Hi Mike. Shark Week is just not the same without you hosting it. It’s fun to hear your voice on all the old shows, but when will we see you again in the water again?
In the words of Johnny Mathis, let’s go with “The 12th of Never.”
The first time I hosted Shark Week I ran out of air sixty feet down and got dragged to the surface by a reporter from TV Guide. The second time I got bit by several Reef Sharks and shook like a tug toy in the process of testing a “shark suit.” The third time, I nearly froze to death in The Arctic Circle while conducting an autopsy on a Greenland Shark. Along the way, I’ve swum with Great Whites in South Africa, cavorted with Tiger Sharks in Durban, tested some dubious “repellant” on a Hammerhead in Bermuda, stuffed and mounted a Gray Shark in Florida, helped a Mako mate in The Bahama’s, and so forth. So no, Sharon – I think I’m done with one-on-one shark interaction. In fact, I might suggest the time has come for the network to dedicate a week to some other creature worthy of our collective dread. Ostriches, for instance?

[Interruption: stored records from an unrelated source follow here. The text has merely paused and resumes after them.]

//! SysTick under QEMU `-icount`: instruction counts, and the check that
//! they are exact.

use cortex_m::peripheral::SYST;
use cortex_m_semihosting::hprintln;

/// Must match `-icount shift=` in `.cargo/config.toml`.
pub(super) const SHIFT: u32 = 10;

/// Triple, QEMU machine and SysTick core-clock period in picoseconds.
pub(super) const MACHINE: (&str, &str, u64) = if cfg!(target_abi = "eabihf") {
    ("thumbv7em-none-eabihf", "mps2-an386", 40_000)
} else if cfg!(target_feature = "thumb2") {
    ("thumbv7-unknown", "unknown", 40_000)
} else {
    ("thumbv6m-none-eabi", "microbit", 62_500)
};
pub(super) const TRIPLE: &str = MACHINE.0;

pub(super) const RATE_HZ: u32 = 2_000;
pub(super) const WARM_FRAMES: u32 = 6_000;
pub(super) const FRAMES: u32 = 2_000;
/// Frames per SysTick measurement: far below the 24-bit wrap.
pub(super) const BLOCK: u32 = 200;

#[inline(always)]
pub(super) fn now() -> u32 {
    SYST::get_current()
}

/// Instructions between two SysTick reads (down-counter, one wrap at most).
pub(super) fn insns(t0: u32, t1: u32) -> u64 {
    let ticks = u64::from(t0.wrapping_sub(t1) & 0x00ff_ffff);
    let den = 1000u64 << SHIFT;
    (ticks * MACHINE.2 + den / 2) / den
}

/// Eight SysTick reads, one load instruction each (volatile: all kept,
/// in order).
macro_rules! read8 {
    () => {
        now();
        now();
        now();
        now();
        now();
        now();
        now();
        now();
    };
}

/// 64 SysTick reads, straight-line.
macro_rules! read64 {
    () => {
        read8!();
        read8!();
        read8!();
        read8!();
        read8!();
        read8!();
        read8!();
        read8!();
    };
}

/// Instructions across 64 SysTick reads, timed inside one leaf function
/// so that no caller code (spills) lands in the region.
#[inline(never)]
pub(super) fn reads64() -> u64 {
    let t0 = now();
    read64!();
    let t1 = now();
    insns(t0, t1)
}

/// The same across 128 reads.
#[inline(never)]
pub(super) fn reads128() -> u64 {
    let t0 = now();
    read64!();
    read64!();
    let t1 = now();
    insns(t0, t1)
}

/// Checks the tick-to-instruction conversion: 64 more SysTick reads
/// (one load each) must come out as exactly 64 more instructions.
pub(super) fn calibrate() -> Result<(), ()> {
    let (n64, n128) = (reads64(), reads128());
    hprintln!(
        "cortexm-calib: target={} machine={} icount_shift={} reads64={} reads128={}",
        TRIPLE,
        MACHINE.1,
        SHIFT,
        n64,
        n128
    );
    if n128 == n64 + 64 {
        Ok(())
    } else {
        hprintln!(
            "cortexm-error: 64 loads read as {} instructions: is QEMU running with -icount shift={}?",
            n128 as i64 - n64 as i64,
            SHIFT
        );
        Err(())
    }
}

/// `a / b` with two decimals, as integer and hundredths.
pub(super) fn ratio(a: u64, b: u64) -> (u64, u64) {
    let b = b.max(1);
    let x100 = (a * 100 + b / 2) / b;
    (x100 / 100, x100 % 100)
}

Last year, sixteen people were killed by these ridiculous looking birds – twice the number killed by sharks. Don’t be fooled by their goofy looks. Ostriches are dinosaurs – just like sharks. They stopped evolving a long time ago. They can go from 0 to 45 mph in a few seconds. They can kick with 2,000 pounds of force. Their razor sharp talons can disembowel a man in the blink of an eye, and their breastbones are thick enough to stop a bullet. Plus, they walk around with that crazy, jacked up backward knee-thing popular with aliens and ghouls who crawl across ceilings in bad horror movies. Couple years ago, I saw an ostrich charge into a door that someone left open on an F-150. Tore the thing right off it’s hinges. Ostrich Week – I’m telling you, it’s a ratings grabber, guaranteed.
Or what about snakes? Whenever I got bitten by a snake, ratings went through the roof. Like sharks, snakes come in hundreds of species, live mostly out of sight, and inspire a deep-seated, primal dread. But unlike sharks, the fear inspired by snakes is somewhat justified. Snakes kill over 50,000 people every year, and maim a whole lot more. I know this because I just narrated a video for The World Health Organization, which officially freaked me out. I’m telling you, a snakebite from a cobra or a viper will make you yearn for an encounter with a Great White. Snake Week = Ratings Gold.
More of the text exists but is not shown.